We've arrived at the inevitable point of imperfection. I started out looking for authoritative resources on how social media data is harvested, processed, and used in commercial and political communication campaigns, and I sure did find them. The problem is this realm is changing so fast, many of these sources are out of date. Regardless, this research project must come to an end on May 11th when I turn in my IS 452 final project. My proposed annotated bibliography has become a series of marginal blog posts. But the fight continues.
So far I've been looking at how researchers analyze social media networks, and perform tasks like opinion or sentiment analysis to understand how people feel and think about various subjects and entities. With this annotation we're looking at a thing called content marketing, where influential users of a social network are first identified, then used to spread messages to their network of influence. Even in a huge network, a little bit of leverage in the right places can move products, and perhaps elections.
This is an academic research project and for the most part I'm focusing on academic resources. But I'm working to understand the specific tools and methods for mining social media data in order to effectively intervene using communications campaigns. The annotation offered here adds to these concepts by introducing "community mining" and techniques for analyzing key players, roles, and strong subgroup connections of communication and influence within a larger social media network. These are key concepts for understanding how opinions within a network are formed, shared, and spread. Or as someone might have once said, it's about influencing a group by influencing the influencers.

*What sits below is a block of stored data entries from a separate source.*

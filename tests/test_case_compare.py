"""Comparisons: what is common cancels, what is not adds up."""

from __future__ import annotations

import math

import numpy as np
import pytest

import pulsekit as pk
from pulsekit.errors import InputError

TIME = np.arange(0, 8, 0.01)


@pytest.fixture(scope="module")
def cases(tmp_path_factory):
    folder = tmp_path_factory.mktemp("compare")
    for name, mean in (("a", 300.0), ("b", 330.0)):
        values = mean + 200 * np.cos(2 * np.pi * 1.25 * TIME)
        rows = "\n".join(f"{t:.2f},{v:.9g}" for t, v in zip(TIME, values, strict=True))
        (folder / f"{name}.csv").write_text("time (s),flow (mL/min)\n" + rows + "\n")

    def make(name, **tube):
        return pk.WallShearCase(
            recording={"file": f"{name}.csv", "signal": "flow", "quantity": "flow_rate"}, cycles={"period": "0.8 s", "harmonics": 2},
            tube={"radius": "3.1 mm ± 3 %"} | tube, fluid={"kind": "given", "density": "1060 kg/m^3", "viscosity": "3.5 mPa*s ± 5 %"},
            uncertainty={"samples": 4000}, folder=folder,
        )  # fmt: skip

    return make


def width(finding):
    return finding.high - finding.low


def test_equal_givens_cancel(cases):
    one, other = pk.analyse(cases("b")), pk.analyse(cases("a"))
    found = pk.compare(one, other)
    assert set(found.common) == {"tube.radius", "fluid.viscosity"}
    ratio = found.findings["ratio_of_steady_wall_shear_stress"]
    # Steady wall shear is proportional to the mean flow: the common radius and viscosity leave the ratio of the flows, 330/300.
    assert ratio.value == pytest.approx(1.1, rel=1e-6)
    assert width(ratio) < 1e-3
    alone = one.findings["steady_wall_shear_stress"]
    assert width(alone) / alone.value > 0.3


def test_givens_that_differ_are_independent(cases):
    one, other = pk.analyse(cases("a", radius="3.2 mm ± 3 %")), pk.analyse(cases("a"))
    found = pk.compare(one, other)
    assert found.common == ("fluid.viscosity",)
    ratio = found.findings["ratio_of_steady_wall_shear_stress"]
    # ln ratio has the standard deviation sqrt(2) 3 x 3 % = 12.73 %; 4,000 samples give an interval's width to 3 %.
    assert math.log(ratio.high / ratio.low) == pytest.approx(2 * 1.96 * math.sqrt(2) * 0.09, rel=0.06)
    assert {"tube.radius", "tube.radius (reference)"} <= set(ratio.shares)


def test_the_same_id_makes_a_given_common(cases):
    one, other = pk.analyse(cases("a", radius="3.2 mm ± 3 %", id="image 4")), pk.analyse(cases("a", id="image 4"))
    found = pk.compare(one, other)
    assert "tube.radius" in found.common
    ratio = found.findings["ratio_of_steady_wall_shear_stress"]
    assert ratio.value == pytest.approx((3.1 / 3.2) ** 3, rel=1e-9)
    assert width(ratio) < 1e-6


def test_different_ids_make_equal_givens_independent(cases):
    found = pk.compare(pk.analyse(cases("a", id="image 4")), pk.analyse(cases("a", id="image 5")))
    assert "tube.radius" not in found.common


def test_an_answer_against_itself_changes_nothing(cases):
    answer = pk.analyse(cases("a"))
    for finding in pk.compare(answer, answer).findings:
        if finding.value is None:
            continue
        expected = 0.0 if finding.name.startswith("change_of") else 1.0
        assert finding.value == pytest.approx(expected, abs=1e-12)
        if finding.low is not None:
            assert finding.low == pytest.approx(expected, abs=1e-9)
            assert finding.high == pytest.approx(expected, abs=1e-9)


def test_without_samples_there_is_no_interval(cases):
    one, other = (pk.analyse(cases(name), nominal_only=True) for name in "ba")
    found = pk.compare(one, other)
    assert found.findings["change_of_mean_flow_rate"].low is None
    assert found.findings["change_of_mean_flow_rate"].shown_value == pytest.approx(30.0)
    assert found.findings["change_of_mean_flow_rate"].shown_unit == "mL/min"


def test_different_kinds_are_refused(cases):
    class Other:
        kind = "pump line"

    with pytest.raises(InputError, match="pump line"):
        pk.compare(pk.analyse(cases("a"), nominal_only=True), Other())


def test_lines_compare_too():
    """A changed mean flow: the wave speed is common to both, so the change is known better than either."""
    case = pk.PumpLineCase(
        fluid={"kind": "given", "density": "860 kg/m^3", "viscosity": "40 mPa*s", "bulk_modulus": "1.6 GPa"},
        operation={"speed": "600 rpm", "mean_pressure": "80 bar", "mean_flow": "40 L/min"},
        source={"kind": "plunger pump", "plungers": 3, "harmonics": 9},
        element=[{"kind": "pipe", "length": "3 m", "radius": "8 mm", "wave_speed": "1300 m/s ± 3 %"}],
        end={"kind": "restrictor", "pressure_drop": "60 bar", "flow": "40 L/min"}, uncertainty={"samples": 200},
    )  # fmt: skip
    one = pk.analyse(case.with_value("operation.mean_flow", "39 L/min"))
    found = pk.compare(one, pk.analyse(case))
    assert "element.0.wave_speed" in found.common
    name = "largest_peak_to_peak_pressure"
    assert width(found.findings[f"change_of_{name}"]) < 0.5 * width(one.findings[name])
    assert found.findings[f"change_of_{name}"].low <= found.findings[f"change_of_{name}"].value <= found.findings[f"change_of_{name}"].high


def line_case(speed):
    """A plunger pump on a closed pipe; its wave speed is uncertain."""
    return pk.PumpLineCase(
        fluid={"kind": "given", "density": "1000 kg/m^3", "viscosity": "1 mPa*s"},
        operation={"speed": "600 rpm", "mean_pressure": "100 bar", "mean_flow": "40 L/min"},
        source={"kind": "plunger pump", "plungers": 3, "rod_ratio": 5, "acting": "single"},
        element=[{"kind": "pipe", "length": "2 m", "radius": "8 mm", "wave_speed": speed}], end={"kind": "closed"}, uncertainty={"samples": 200},
    )  # fmt: skip


def test_pump_lines_share_what_is_equal():
    answer = pk.analyse(line_case("1300 m/s ± 2 %"))
    same = pk.compare(answer, answer)
    assert "element.0.wave_speed" in same.common
    assert same.findings["ratio_of_wave_speed"].value == pytest.approx(1.0)
    assert width(same.findings["ratio_of_wave_speed"]) < 1e-9
    apart = pk.compare(answer, pk.analyse(line_case("1250 m/s ± 2 %")))
    assert "element.0.wave_speed" not in apart.common
    ratio = apart.findings["ratio_of_wave_speed"]
    assert ratio.value == pytest.approx(1.04, rel=1e-3)
    # Independent speeds: the ratio's standard deviation is sqrt(2) x 2 %; 200 samples know the ends to about 12 % of the half width.
    assert math.log(ratio.high / ratio.low) == pytest.approx(2 * 1.96 * math.sqrt(2) * 0.02, rel=0.35)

I had no sense of how much research has been done on sentiment analysis, opinion mining, and machine learning. I suppose major progress had to wait until there were massive datasets of text content available to process. The explosion of data on social media has provided both the impetus and the fodder to develop increasingly sophisticated techniques that are beginning to actually work. In this annotation I present an overview of the techniques and tools of comparative opinion mining. It's great to know what people feel and think about one thing. It's probably twice as great to know what they think about two things. Like two different cars, guitars, or political candidates.
The phrase "sentiment analysis" is high on the list of search terms for anyone seeking to understand how to process social media data. It's a component of Natural Language Processing (NLP), where a machine extracts (somewhat) accurate meaning from human language and textual information. This seems really hard, unless I'm wrong, because the whole AI field and NLP seem to be moving forward fast once again. Here's an annotation of a journal article that provides a decent overview.
I met Ian Brooks and his family through the theatre program at Champaign's Central High School, where our kids participated in numerous performances and the whole wonderful high school theatre thing. I knew he was doing research in the use of social media to inform public health interventions, as a faculty member of the University of Illinois iSchool and associate of the National Center for Supercomputing Applications. So when I took on this project he was the first person I wanted to consult for insight.
While mining the Information Science Virtual Library for academic papers on "social media" and "data mining," I came across Matthew Russell's O'Reilly book Mining the Social Web: Data Mining Facebook, Twitter, Linkedin, Google+, Github, and More. The 2nd edition was published in October 2013, with a 3rd edition scheduled for publication next month. Because the book covers the specific techniques I'm after concerning data mining and analysis of social media, I decided to pull the trigger and buy the book right now. The book is basically a tutorial on data mining social media sites using Python. Alas all the source code it references is in Python 2.7 and I've been working with version 3.6, but that's fine. It also covers using IPython Notebooks and even begins with a guide to setting things up on a virtual server. I'll probably wait to actually do that until I see what's new in the 3rd edition. But the book definitely makes the final cut for my annotated bibliography. With that as a given, I thought it would be useful to get started with the first annotation.
I've been spending time learning Python since January, and it's creating new problems. For example, suddenly I want to do things with Python. I want to write a program to process titles and filenames of media archives records from an Excel spreadsheet, and find the matching media files which are stored on a network drive. I need to read a few thousand PBCore XML records and convert them to JSON. I want to take the JSON output from Google Speech-to-Text transcripts, and convert it to WebVTT files. But I can take on just one project right now, and here it is.